Dear Tailgate Market Fans,

Summer is my favorite season.  Maybe it’s because when I was a kid, summer meant we got to run a little wild, didn’t have school, and it was warm enough to swim.  Maybe it’s my love affair with tomato sandwiches.  When a fall breeze whispers in August, I resist the change of season.

I think of fall as Gods way of softening the blow that winter is coming (bitter weather, lugging firewood).  But I will readily admit that fall in the southern Appalachians is a beautiful thing.  The first little dabs of color take your breath away, and each new day the color gets amped up to a crescendo of yellows and reds.  The sky turns clear blue, and the crisp air inspires me to start projects that I managed to put off all summer.

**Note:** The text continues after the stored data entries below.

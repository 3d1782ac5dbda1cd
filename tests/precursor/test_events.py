"""Warm and cold events by the rule, and what came before them."""

from __future__ import annotations

import numpy as np
import pytest

from profiles.config import EventSettings
from profiles.errors import DataError, RequestError
from profiles.precursor import before_events, event_composites, find_events
from profiles.precursor.events import runs_beyond

NAN = np.nan
PLAIN = EventSettings(running_mean=1)


def months(events, name):
    return [str(month) for month in events[name].values.astype("datetime64[M]")]


def test_runs_by_hand():
    values = np.array([1, 1, 0, 1, 1, 1, NAN, 1, 1, 1, 1, 0, 1.0])
    assert runs_beyond(values, 1.0, 3) == [(3, 5), (7, 10)]
    assert runs_beyond(values, 1.0, 1) == [(0, 1), (3, 5), (7, 10), (12, 12)]
    assert runs_beyond(values, 1.1, 1) == []


@pytest.fixture
def index(monthly):
    """Warm for six months with its peak in the fourth, cold for five, warm for four: too short."""
    values = np.zeros(40)
    values[5:11] = 0.5, 0.7, 1.0, 1.4, 0.8, 0.6
    values[18:23] = -0.6, -0.9, -0.7, -0.5, -0.5
    values[28:32] = 2.0
    return monthly(values, start="2031-01", name="index_anomaly", units="degree_Celsius")


def test_events_by_hand(index):
    found = find_events(index, PLAIN)
    assert found["kind"].values.tolist() == ["warm", "cold"]
    assert months(found, "onset") == ["2031-06", "2032-07"]
    assert months(found, "peak") == ["2031-09", "2032-08"]
    assert months(found, "end") == ["2031-11", "2032-11"]
    np.testing.assert_allclose(found["peak_value"], [1.4, -0.9])
    assert found["duration"].values.tolist() == [6, 5]
    assert found["whole"].values.tolist() == [1, 1]
    assert "0.5 degree_Celsius or more from zero in 5 months or more in a row" in found.attrs["rule"]


def test_warm_and_cold_are_mirror_images(index):
    one, other = find_events(index, PLAIN), find_events(-index, PLAIN)
    assert other["kind"].values.tolist() == ["cold", "warm"]
    np.testing.assert_allclose(other["peak_value"], -one["peak_value"])
    assert months(one, "peak") == months(other, "peak")


def test_the_mean_of_three_months_is_what_counts(monthly):
    # One month of 3.0 makes a running mean of 1.0 in three months; five in a row above 0.5 need more.
    spike = np.zeros(20)
    spike[8] = 3.0
    assert find_events(monthly(spike)).sizes["event"] == 0
    plateau = np.zeros(20)
    plateau[6:11] = 0.8
    found = find_events(monthly(plateau, start="2031-01"))
    # Means: 0.27 at 5, 0.53 at 6, 0.8 at 7, 8, 9, 0.53 at 10.
    assert months(found, "onset") == ["2031-07"]
    assert found["duration"].values.tolist() == [5]


def test_other_rules_can_be_asked_for(index):
    # Four months of 2.0 are an event where three are enough; 0.5 is none where 0.6 is asked for.
    found = find_events(index, EventSettings(running_mean=1, threshold=0.6, persistence=3))
    assert found["kind"].values.tolist() == ["warm", "cold", "warm"]
    assert months(found, "onset") == ["2031-07", "2032-07", "2033-05"]


def test_an_event_at_the_edge_of_the_record_or_of_a_gap_is_not_whole(monthly):
    values = np.zeros(30)
    values[:6] = values[12:18] = values[24:] = 1.0
    values[18] = NAN
    found = find_events(monthly(values), PLAIN)
    assert found["whole"].values.tolist() == [0, 0, 0]
    values[18] = 0.0
    assert find_events(monthly(values), PLAIN)["whole"].values.tolist() == [0, 1, 0]


def test_a_missing_month_ends_an_event(monthly):
    values = np.ones(12)
    values[4] = NAN
    assert find_events(monthly(values), PLAIN)["duration"].values.tolist() == [7]


def test_a_quiet_record_has_no_event_and_no_composite(monthly):
    quiet = monthly(np.zeros(40))
    found = find_events(quiet)
    assert found.sizes["event"] == 0
    assert before_events(found, {"volume": quiet})["before_onset"].shape == (1, 0, 5)
    assert np.isnan(event_composites(found, {"volume": quiet})["composite"]).all()


def test_what_came_before_by_hand(index, monthly):
    ramp = monthly(np.arange(40.0), start="2031-01", name="volume", units="m3")
    late = monthly(np.arange(10.0), start="2032-06", name="tilt", units="m")
    found = before_events(find_events(index, PLAIN), {"volume": ramp, "tilt": late}, [0, 3, 12])
    # Onsets are months 5 and 18 of the ramp; 2032-07 is month 1 of the other.
    np.testing.assert_array_equal(found["before_onset"], [[[5, 2, NAN], [18, 15, 6]], [[NAN, NAN, NAN], [1, NAN, NAN]]])
    assert found["before_onset"].attrs["predictor_units"] == "volume: m3; tilt: m"


def test_nothing_is_said_before_an_onset_that_the_record_does_not_hold(monthly):
    values = np.concatenate([np.ones(8), np.zeros(20)])
    events = find_events(monthly(values), PLAIN)
    found = before_events(events, {"volume": monthly(np.arange(40.0), start="2000-01")}, [6])
    assert np.isnan(found["before_onset"]).all()


def test_composites_by_hand(monthly):
    # Three warm events with peaks at months 10, 30, 50; a predictor with 1, 2, 6 four months before them.
    values, predictor = np.zeros(70), np.zeros(70)
    for peak, before in ((10, 1.0), (30, 2.0), (50, 6.0)):
        values[peak - 2 : peak + 3] = 1.0, 1.0, 2.0, 1.0, 1.0
        predictor[peak - 4] = before
    events = find_events(monthly(values), PLAIN)
    found = event_composites(events, {"volume": monthly(predictor)}, [-4, 4, 20])
    warm = found.sel(predictor="volume", composite_kind="warm")
    # Mean 3, deviations -2, -1, 3: standard error sqrt(14 / 2 / 3) = 1.5275.
    assert warm["composite"].sel(lead=4) == pytest.approx(3.0)
    assert warm["composite_error"].sel(lead=4) == pytest.approx(np.sqrt(7.0 / 3.0))
    assert warm["composite"].sel(lead=-4) == 0.0
    assert warm["composite_count"].values.tolist() == [3, 3, 2]  # 20 months before month 10 is no month
    assert np.isnan(warm["composite_error"].sel(lead=20))
    assert found.sel(composite_kind="cold")["composite_count"].sum() == 0


def test_composites_of_nothing_are_refused(index):
    with pytest.raises(DataError, match="there is no predictor to average"):
        event_composites(find_events(index, PLAIN), {})


def test_an_even_running_mean_is_refused(index):
    with pytest.raises(RequestError, match="odd where it is centred; found 4"):
        find_events(index, EventSettings(running_mean=4))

Last Saturday, I bought my first winter squash (Annie Louise, Flying Cloud Farm) of the season.  Check out a simple winter squash recipe under “Fall Recipes”  Wednesday, I found myself imagining Elizabeth’s (Firefly Farm) pumpkins and squashes on my front porch…beautifully-shaped fall fruits in soft blue-grays, creams, oranges, and green stripes.  Gourds will soon be frosted on their vines, and ready for gathering.  Homegrown apples are showing up at the markets too, all kinds.  And these apples haven’t been sitting in some warehouse for months.  They ‘re right off the trees.  David Bauer (Farm and Sparrow) is making apple pastries.  Last week I had a huge piece of Ammie’s (Sweetheart Bakery) yummy apple coffee cake.  Bill Whipple says his pears are coming soon.  Ann Gaines (Gaining Ground) has black-eyed peas right now!  I think Anne is awesome to grow black-eyed peas.  I love them, and grew up eating them almost every Sunday dinner!

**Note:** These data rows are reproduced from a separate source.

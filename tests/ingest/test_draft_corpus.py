"""Invented files of many layouts, each with its truth: the draft reads every value where and when it was."""

from __future__ import annotations

import gzip
import io
import zipfile
from collections.abc import Callable
from dataclasses import dataclass, field
from datetime import datetime, timedelta

import numpy as np
import pytest

from profiles.ingest import load_layout, read
from profiles.ingest.drafting import draft

START = datetime(2031, 3, 27, 21, 0)


@dataclass
class Case:
    """A file and its truth: times in UTC, depths (m), values (°C), (time, depth), NaN missing.

    ``unsure`` are words that must be among what the draft is unsure of, ``certain`` are ones that must not.
    """

    content: bytes
    times: list[datetime]
    depths: list[float]
    values: np.ndarray
    kind: str
    name: str = "unknown.txt"
    unsure: tuple[str, ...] = ()
    certain: tuple[str, ...] = ()
    given: tuple[float, ...] = ()
    quarantined: int = 0
    expected: dict = field(default_factory=dict)  # keys of [time] and [temperature] that must be so


CASES: dict[str, Callable[[], Case]] = {}


def case(make):
    CASES[make.__name__] = make
    return make


def ocean(times, depths, digits=2, seed=1):
    """Return temperatures that fall with depth and wander in time, rounded as they are written."""
    random = np.random.default_rng(seed)
    hours = np.array([(each - times[0]).total_seconds() / 3600.0 for each in times])
    surface = 27.0 + np.sin(hours / 17.0)[:, None]
    values = surface - 16.0 * np.tanh(np.array(depths) / 90.0) + 0.3 * random.standard_normal((len(times), len(depths)))
    return np.round(values, digits)


def stamps(count, minutes=60, start=START):
    return [start + timedelta(minutes=minutes * step) for step in range(count)]


def with_gaps(values, token_at=((2, 0), (5, 1), (5, 2), (-1, 0))):
    values = values.copy()
    for row, column in token_at:
        values[row, column % values.shape[1]] = np.nan
    return values


def cells(row, digits=2, missing="NaN", comma=False):
    texts = [missing if np.isnan(value) else f"{value:.{digits}f}" for value in row]
    return [text.replace(".", ",") for text in texts] if comma else texts


def lines(*parts, end="\n"):
    flat = [line for part in parts for line in ([part] if isinstance(part, str) else part)]
    return end.join(flat) + end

We’re getting that squirreling-away feeling, knowing that winter is on the way.  Start freezing some stuff.  Pick your basil before cold nights turn it black.  Stock up on your favorite summer veggies before frost hits.  Cucumbers and eggplant last a long time just in the fridge.  Make some salsa for Christmas presents.  You can squeeze in the market before your kids soccer game, really.  Luther still had bi-color corn last week.

Attend one of the first fall festivals this weekend, the True Nature Country Fair. It’s on Saturday and Sunday (the 26th & 27th) from 10 to 6 in Barnardsville, NC and a real easy drive from Asheville (I’m volunteering).  There are still a few seats left for the All Local Foods Dinner, Our True Nature, to be held at 6 p.m. on Saturday the 26th.  Call Karen Vizzina at 828-342-1849 to make a reservation.  Its $30 bucks for adults, $10 for kids.  During the day there will be tons of gardening & sustainable living classes, kids stuff, and scheduled plant walks.  You can even learn how to make homemade string.  The enthusiastic Tony Beurskens will be doing some cob-building with the kids; grownups can play too!